How to complete this task » Go through the entries below and copy each line that holds the word "assets".

Collected data »
+++

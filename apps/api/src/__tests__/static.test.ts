import fs from 'node:fs';
import os from 'node:os';
import path from 'node:path';
import request from 'supertest';
import { afterAll, beforeAll, describe, expect, it } from 'vitest';
import { createTestContext, type TestContext } from '../test-support/test-app';

let ctx: TestContext;
let dir: string;
beforeAll(async () => {
  dir = fs.mkdtempSync(path.join(os.tmpdir(), 'tappet-static-'));
  fs.mkdirSync(path.join(dir, 'web/assets'), { recursive: true });
  fs.mkdirSync(path.join(dir, 'fonts'));
  fs.writeFileSync(path.join(dir, 'web/index.html'), '<!doctype html><title>Tappet</title>');
  fs.writeFileSync(path.join(dir, 'web/assets/index-abc123.js'), 'console.log(1)');
  fs.writeFileSync(path.join(dir, 'web/assets/big-abc123.js'), `export const words = ${JSON.stringify('lookup '.repeat(20_000))};`);
  fs.writeFileSync(path.join(dir, 'fonts/body.woff2'), 'font-bytes');
  ctx = await createTestContext({ deps: { webDir: path.join(dir, 'web'), fontsDir: path.join(dir, 'fonts') } });
});
afterAll(async () => {
  await ctx.close();
  fs.rmSync(dir, { recursive: true, force: true });
});

describe('serving the web app and fonts', () => {
  it('answers client-side routes with index.html (SPA fallback)', async () => {
    for (const url of ['/', '/reset-password?token=abc', '/shops/some-id/parts']) {
      const res = await request(ctx.app).get(url).set('Accept', 'text/html');
      expect(res.status, url).toBe(200);
      expect(res.text).toContain('<title>Tappet</title>');
      expect(res.headers['cache-control']).toBe('no-cache');
    }
  });

  it('sends scripts compressed to a browser that accepts it, and plain to one that does not', async () => {
    const size = fs.statSync(path.join(dir, 'web/assets/big-abc123.js')).size;
    // supertest decompresses what it receives, so the header is what shows the compression.
    const br = await request(ctx.app).get('/assets/big-abc123.js').set('Accept-Encoding', 'br, gzip');
    expect(br.headers['content-encoding']).toBe('br');
    expect(br.text.length).toBe(size);
    const gzip = await request(ctx.app).get('/assets/big-abc123.js').set('Accept-Encoding', 'gzip');
    expect(gzip.headers['content-encoding']).toBe('gzip');
    const plain = await request(ctx.app).get('/assets/big-abc123.js').set('Accept-Encoding', 'identity');
    expect(plain.headers['content-encoding']).toBeUndefined();
    expect(plain.text.length).toBe(size);
  });

  it('does not compress API answers', async () => {
    const res = await request(ctx.app).get('/api/openapi.json').set('Accept-Encoding', 'br, gzip');
    expect(res.status).toBe(200);
    expect(res.headers['content-encoding']).toBeUndefined();
  });

  it('never answers /api with the SPA', async () => {
    const res = await request(ctx.app).get('/api/unknown').set('Accept', 'text/html');
    expect(res.status).toBe(404);
    expect(res.body.error.code).toBe('not_found');
  });

  it('caches hashed assets and fonts for a year', async () => {
    const asset = await request(ctx.app).get('/assets/index-abc123.js');
    expect(asset.status).toBe(200);
    expect(asset.headers['cache-control']).toMatch(/max-age=31536000.*immutable/);
    const font = await request(ctx.app).get('/fonts/body.woff2');
    expect(font.status).toBe(200);
    expect(font.headers['cache-control']).toMatch(/max-age=31536000.*immutable/);
  });

  it('answers a missing font or asset with a JSON 404, not the SPA', async () => {
    const res = await request(ctx.app).get('/fonts/missing.woff2');
    expect(res.status).toBe(404);
    expect(res.body.error.code).toBe('not_found');
    expect((await request(ctx.app).get('/assets/missing.js')).status).toBe(404);
  });
});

+++

Reply to the task »
  fs.mkdirSync(path.join(dir, 'web/assets'), { recursive: true });
  fs.writeFileSync(path.join(dir, 'web/assets/index-abc123.js'), 'console.log(1)');
  fs.writeFileSync(path.join(dir, 'web/assets/big-abc123.js'), `export const words = ${JSON.stringify('lookup '.repeat(20_000))};`);
    const size = fs.statSync(path.join(dir, 'web/assets/big-abc123.js')).size;
    const br = await request(ctx.app).get('/assets/big-abc123.js').set('Accept-Encoding', 'br, gzip');
    const gzip = await request(ctx.app).get('/assets/big-abc123.js').set('Accept-Encoding', 'gzip');
    const plain = await request(ctx.app).get('/assets/big-abc123.js').set('Accept-Encoding', 'identity');
  it('caches hashed assets and fonts for a year', async () => {
    const asset = await request(ctx.app).get('/assets/index-abc123.js');
    expect((await request(ctx.app).get('/assets/missing.js')).status).toBe(404);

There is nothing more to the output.